CAC shows how much it costs to acquire each new customer. To calculate CAC, a company’s total sales and marketing spending are divided by the total number of new customers over a given period. Ideally, this number should decrease over time as a company matures. A declining CAC shows increasing brand awareness and the ability to effectively trim costs.

Lifetime Value (LTV)

LTV is the average amount of money that customers pay during their lifecycle with a given company. To calculate LTV, a company first finds its customer lifetime by dividing the number one by its customer churn rate. Then, it calculates its average revenue per account (ARPA) by dividing total revenue by total customers. Finally, the company takes its customer lifetime calculated in step one and multiplies it by the ARPA calculated in step two.

How to calculate lifetime value as an equation

This results in a company’s LTV and shows how much each customer is worth. If a company is effectively acquiring and retaining customers, this number should increase over time.

LTV to CAC Ratio

The CAC to LTV ratio displays in a single metric the lifetime value of a company’s customers and the total amount it spends to acquire them. This ratio is useful in helping management teams assess the effectiveness of marketing programs so they can increase activity and spend in programs that are working and discontinue those that aren’t.

The ratio is calculated by dividing the LTV by the CAC. A strong business will usually have an LTV to CAC ratio of three. A lower ratio indicates too much money is being spent to acquire customers, while a higher ratio indicates more money could possibly be spent to avoid missing out on business.

The ideal fintech business will have a CAC trending down over time and an LTV trending up over time until it settles near the target LTV to CAC ratio of three.

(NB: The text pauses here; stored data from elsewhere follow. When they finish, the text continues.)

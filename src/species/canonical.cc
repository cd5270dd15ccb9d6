// SPDX-License-Identifier: MIT
#include "species/canonical.h"

namespace sevenfold::detail {
namespace {

// Appends `text` as its byte count, a colon and the bytes, so no two sequences of texts collide.
void AppendLengthPrefixed(const std::string& text, std::string* out) {
  *out += std::to_string(text.size());
  *out += ':';
  *out += text;
}

}  // namespace

void AppendCanonical(const YAML::Node& node, std::string* out) {
  const std::string& tag = node.Tag();
  if (!tag.empty() && tag != "?" && tag != "!") {
    *out += '!';
    AppendLengthPrefixed(tag, out);
  }
  switch (node.Type()) {
    case YAML::NodeType::Undefined:
      *out += 'u';
      return;
    case YAML::NodeType::Null:
      *out += '~';
      return;
    case YAML::NodeType::Scalar:
      *out += 's';
      AppendLengthPrefixed(node.Scalar(), out);
      return;
    case YAML::NodeType::Sequence:
      *out += 'l' + std::to_string(node.size()) + ':';
      for (const YAML::Node& item : node) AppendCanonical(item, out);
      return;
    case YAML::NodeType::Map:
      *out += 'm' + std::to_string(node.size()) + ':';
      for (auto it = node.begin(); it != node.end(); ++it) {
        AppendCanonical(it->first, out);
        AppendCanonical(it->second, out);
      }
      return;
  }
}

std::string DefaultsCanonical(const YAML::Node& defaults) {
  std::string canonical = "\ndefaults\n";
  AppendCanonical(defaults, &canonical);
  return canonical;
}

}  // namespace sevenfold::detail
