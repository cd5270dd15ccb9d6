// SPDX-License-Identifier: MIT
#include "cli/report_command.h"

#include <fmt/format.h>

#include <filesystem>
#include <iostream>
#include <memory>
#include <system_error>

#include "cli/common.h"
#include "cli/progress.h"
#include "core/atomic_file.h"
#include "core/error.h"
#include "entries/entries.h"
#include "mechanism/regenerate.h"
#include "report/report_data.h"
#include "report/report_document.h"

namespace sevenfold::cli {

void SetupReportCommand(CLI::App& app, int& exit_status) {
  auto options = std::make_shared<ReportCommandOptions>();
  CLI::App* command = app.add_subcommand(
      "report",
      "Write an HTML page with plots of fitted versus exact curves, a Markdown summary "
      "and a JSON file of every figure");
  command->add_option("files", options->species_files, "Species YAML files")
      ->required()
      ->check(CLI::ExistingFile);
  command
      ->add_option("-o,--output",
                   options->output_dir,
                   "Directory to write index.html, summary.md and summary.json into")
      ->required();
  command->add_option("--species", options->species_names, "Only this species (repeatable)");
  auto* entries =
      command
          ->add_option(
              "--entries", options->entries_path, "Report on this entries file instead of fitting")
          ->check(CLI::ExistingFile);
  command
      ->add_option("--baseline",
                   options->baseline_path,
                   "An older entries file whose curves are drawn for comparison")
      ->check(CLI::ExistingFile);
  AddMidOption(*command, options->mid);
  AddObjectiveOptions(*command, options->objective, options->extrapolation_guard);
  command->get_option("--mid")->excludes(entries);
  AddJobsOption(*command, options->num_jobs);
  command->add_flag("-q,--quiet", options->quiet, "No progress bar");
  command->callback([options, &exit_status] { exit_status = RunReportCommand(*options); });
}

int RunReportCommand(const ReportCommandOptions& options) {
  const std::vector<Species> species =
      LoadSpecies(options.species_files, options.species_names, options.num_jobs);
  const RegenerateOptions regenerate = MakeRegenerateOptions(options.mid, options.objective, options.extrapolation_guard,
                            options.num_jobs);

  ReportInput input;
  input.tool_version = SEVENFOLD_VERSION;
  input.species_files = options.species_files;
  input.entries_file = options.entries_path;
  input.baseline_file = options.baseline_path;
  input.mid_setting = options.mid;

  EntriesFile entries;
  if (options.entries_path.empty()) {
    RegenerateOptions fitting = regenerate;
    ProgressBar progress("fit", options.quiet);
    fitting.progress = progress.Callback();
    const std::vector<SpeciesFit> results = FitAllSpecies(species, fitting);
    progress.Finish();
    entries = MakeEntriesFile(results, regenerate);
  } else {
    entries = ReadEntriesFile(options.entries_path);
  }
  EntriesFile baseline;
  if (!options.baseline_path.empty()) baseline = ReadEntriesFile(options.baseline_path);
  PairSpeciesWithEntries(species,
                         entries,
                         options.entries_path.empty() ? "the fitted entries" : options.entries_path,
                         options.baseline_path.empty() ? nullptr : &baseline,
                         !options.species_names.empty(),
                         input);

  ReportOptions report_options;
  report_options.num_jobs = options.num_jobs;
  ProgressBar progress("report", options.quiet);
  report_options.progress = progress.Callback();
  const ReportData data = AnalyseReport(input, report_options);
  progress.Finish();

  const std::string html = FormatReportHtml(data);
  const std::string markdown = FormatReportMarkdown(data);
  const std::string json = FormatReportJson(data);

  const std::filesystem::path dir(options.output_dir);
  std::error_code error;
  std::filesystem::create_directories(dir, error);
  if (error) {
    throw Error(fmt::format(
        "{}: cannot create the report directory: {}", options.output_dir, error.message()));
  }
  WriteFileAtomically((dir / "summary.json").string(), json);
  WriteFileAtomically((dir / "summary.md").string(), markdown);
  WriteFileAtomically((dir / "index.html").string(), html);
  std::cout << "report written to " << (dir / "index.html").string() << "\n";

  const int num_failing = data.NumFailing();
  if (num_failing > 0) {
    std::cerr << fmt::format("{} of {} fits miss their quality thresholds (see {})\n",
                             num_failing,
                             data.species.size(),
                             (dir / "summary.md").string());
  }
  return num_failing > 0 ? 1 : 0;
}

}  // namespace sevenfold::cli
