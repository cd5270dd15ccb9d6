// SPDX-License-Identifier: MIT
// Reads species files (YAML, schema in docs/species-schema.md) into validated Species.
// The only part of sevenfold that uses yaml-cpp.
#pragma once

#include <cstddef>
#include <string>
#include <vector>

#include "core/read_file.h"
#include "species/species.h"

namespace sevenfold {

// Files above this size are refused before parsing (a species list is kilobytes; this bounds the
// memory and time a hostile or mistaken input can cost).
inline constexpr std::size_t kMaxSpeciesFileBytes = kMaxInputFileBytes;  // core/read_file.h

// Reads and validates every file, in order, and returns all species in file order. The species of
// a file are parsed on up to num_jobs threads (0: the machine's hardware threads); the result does
// not depend on it.
// Throws one Error listing every problem found in all files, one per line, each line
// "file:line:column: species 'NAME': <key>: <what was found>; expected <what>" (lines and columns
// 1-based). Species names must be unique across all files. Unreadable or oversized files are
// reported with the path and the system's reason.
std::vector<Species> ReadSpeciesFiles(const std::vector<std::string>& paths, int num_jobs = 1);

// As ReadSpeciesFiles for one in-memory document; `file_name` is used in locations only.
std::vector<Species> ReadSpeciesText(const std::string& text,
                                     const std::string& file_name,
                                     int num_jobs = 1);

namespace detail {
// As ReadSpeciesText. A file whose layout a text scan is sure of is read species item by species
// item (small node trees, parallel); anything else, and any file with a problem, is read as one
// document. For tests: allow_split false forces the whole-document reading, and *split_used (when
// not null) tells whether the item-by-item reading gave the result.
std::vector<Species> ReadSpeciesTextForTesting(const std::string& text,
                                               const std::string& file_name,
                                               bool allow_split,
                                               int num_jobs,
                                               bool* split_used);
}  // namespace detail

}  // namespace sevenfold
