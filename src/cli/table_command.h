// SPDX-License-Identifier: MIT
// `sevenfold table`: exact thermodynamic tables from species files.
#pragma once

#include <string>
#include <vector>

#include <CLI/CLI.hpp>

#include "cli/common.h"
#include "report/table_writer.h"

namespace sevenfold::cli {

struct TableOptions {
  std::vector<std::string> species_files;
  std::vector<std::string> species_names;  // empty: all
  TemperatureChoice temperatures;
  TableFormat format = TableFormat::kText;
};

// Adds the subcommand; when it runs, its exit status goes to exit_status.
void SetupTableCommand(CLI::App& app, int& exit_status);
// Prints the table on stdout; returns the exit status. Throws Error on bad input.
int RunTableCommand(const TableOptions& options);

}  // namespace sevenfold::cli
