def salvage(blob, model=None, progress=None, ceiling: int | None = None) -> Salvage:
    """Analyse a (possibly damaged) archive and decode every frame that can be; nothing is
    written. Raises DataError only when no part of an archive can be found (or an intact
    header is unusable), ModelError when the model it needs is missing or wrong (as
    unpack does). ceiling: at most this many bytes of content are decoded, over all frames
    (their claimed lengths; a frame past it is reported damaged, not decoded); None: no
    ceiling."""
    budget = None if ceiling is None else [int(ceiling)]
    mv = memoryview(blob)
    n = len(mv)
    problems = []
    hints = read_header_hints(mv)
    if hints is not None and hints.crc_ok and bytes(mv[:4]) == C.MAGIC and mv[4] not in C.SUPPORTED_VERSIONS:
        C.read_header(mv)  # an intact header of a version this lcodec does not know: say so
    header = "good" if hints is not None and hints.good else ("damaged" if hints is not None else "unreadable")
    lay = _layout(hints)
    if header == "good" and lay is None:
        raise DataError("header damaged (its sizes and frame count do not agree): nothing can be placed")
    if header == "damaged":
        problems.append("header damaged (its checksum does not match): its fields are used as hints only")
    m, model_text = _choose_model(hints, header, model, problems)
    frames, unplaced, pieces, structure = {}, [], [], ""
    heads3 = None  # every version-3 record head, when the scan below was made (kept for pieces_in_order)
    if hints is not None and hints.version in C.SUPPORTED_VERSIONS:
        bound = hints.version == C.VERSION_BOUND
    else:  # the version byte is unreadable: version-3 records say what they are
        heads3 = B.scan(mv, 0, n, None)
        bound = bool(heads3)
    min_rec = C.min_record(C.VERSION_BOUND if bound else 1)
    foreign = []
    if lay is not None:
        whole = lay.n <= (n - hints.end) // min_rec
        if bound:
            placed, foreign, unplaced_recs, trailing, _ = B.place(mv, hints.end, lay,
                                                                  hints.archive_id if header == "good" else None)
        else:
            placed, unplaced_recs, trailing = _place(mv, hints.end, lay, hints.end if header == "good" else 6, whole)
        if header == "damaged" and not placed and lay.n:
            lay = None  # the damaged header's layout fits no record: scan instead
        else:
            if trailing:
                problems.append(f"archive has {trailing} unexpected bytes after its last frame")
            structure = "header" if header == "good" else "damaged header, read without its checksum"
            if unplaced_recs or len(placed) < lay.n:
                structure += ", then records found by scanning"
            order = sorted(placed)
            top = order[-1] if order else -1
            tail = n - (B.record_end(placed[top]) if order else hints.end)
            limit = min(lay.n, top + 1 + max(tail, 0) // min_rec)  # the frames that can lie in the file
            if bound and order:
                limit = max(limit, top + 1)
            for i in range(limit):
                if i in placed:
                    fr = placed[i]
                    data, why = _decode(m, fr, progress, budget)
                    frames[i] = FrameResult(i, "good" if data is not None else "damaged", why,
                                            (fr.offset, B.record_end(fr)), True, data, fr.placed_by,
                                            data is not None and _is_record(fr))
                    continue
                j = bisect.bisect_left(order, i)
                a = B.record_end(placed[order[j - 1]]) if j > 0 else hints.end
                b = placed[order[j]].offset if j < len(order) else n
                lo = order[j - 1] if j > 0 else -1
                hi = order[j] if j < len(order) else lay.n
                frames[i] = FrameResult(i, "missing", "record not found (its head is damaged, or the archive "
                                        "is cut or shifted here)", (a, max(a, b)), hi - lo == 2 and b > a)
            why = ("record of {} raw bytes whose frame number does not fit the header, or that repeats a "
                   "frame; not used") if bound else "record of {} raw bytes whose frame number is uncertain; not used"
            unplaced = [FrameResult(None, "unplaced", why.format(f.raw_len), (f.offset, B.record_end(f)), True)
                        for f in unplaced_recs]
    if lay is None:  # no usable header: every record found, in archive order
        structure = "records found by scanning (no usable header)"
        if header == "unreadable":
            problems.insert(0, "header unreadable")
        if bound:  # by the frame numbers they carry, the records of the identity most carry
            mine, foreign, _ = B.pieces_in_order(mv, n, heads3)
            for fr in mine:
                fr.index = fr.number
                data, why = _decode(m, fr, progress, budget)
                pieces.append(FrameResult(fr.number, "good" if data is not None else "damaged", why,
                                          (fr.offset, B.record_end(fr)), True, data, "frame number"))
        heads = {} if bound else scan_records(mv, 0, n)
        q_end = -1
        for q in sorted(heads):
            if q < q_end:
                continue  # inside the record before: its payload's bytes
            fr = heads[q]
            fr.index = len(pieces)
            data, why = _decode(m, fr, progress, budget)
            pieces.append(FrameResult(None, "good" if data is not None else "damaged", why, (q, B.record_end(fr)), True, data))
            q_end = B.record_end(fr)
        if not pieces:
            raise DataError("not an lcodec archive, or too damaged: no header and no frame record could be found")
    res = Salvage(n, header, structure, model_text, lay, frames, unplaced, pieces, problems,
                  names_checked=header == "good")
    if lay is not None and frames:
        res.cut_from = max(f.archive_range[1] for f in frames.values())
    elif lay is not None:
        res.cut_from = min(hints.end, n)
    for f in list(frames.values()) + pieces:
        if f.status != "good":
            problems.append(f"frame {f.index if f.index is not None else '?'} {f.status}: {f.reason}")
    if unplaced:
        problems.append(f"{len(unplaced)} records found whose frame number is uncertain (not used)")
    if foreign:
        res.unplaced.extend(FrameResult(None, "unplaced", f"record of another archive (identity "
                                        f"{f.archive_id.hex()}, frame {f.number}); refused", (f.offset, B.record_end(f)), True)
                            for f in foreign)
        problems.append(f"{len(foreign)} records of another archive found and refused")
    if lay is not None and lay.n > len(frames):
        problems.append(f"frames {len(frames)}..{lay.n - 1} missing: the archive ends before them")
    if pieces:
        problems.append("no header to check the content against: nothing is proven good")
        res.partial = b"".join(f.data for f in pieces if f.data is not None)
        return res
    _assemble(res, hints)
    return res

In addition to these metrics, other metrics outside the scope of this article are also considered when evaluating the strength of a fintech company, such as:

  • Customer churn
  • Customer engagement score
  • Net promoter score
  • Revenue growth rate

Strong Leadership Team

Investors and shareholders are also deeply interested in the strength and ability of the leadership team.

Leadership must develop a concrete and actionable strategy to confront the current headwinds. Leaders with experience in cost cutting and a track record of helping businesses operate efficiently have become more valuable and sought after.

Effective executives are those that have perfected the craft of telling a compelling story that convinces investors and shareholders that the company has positioned itself on the path to a successful exit.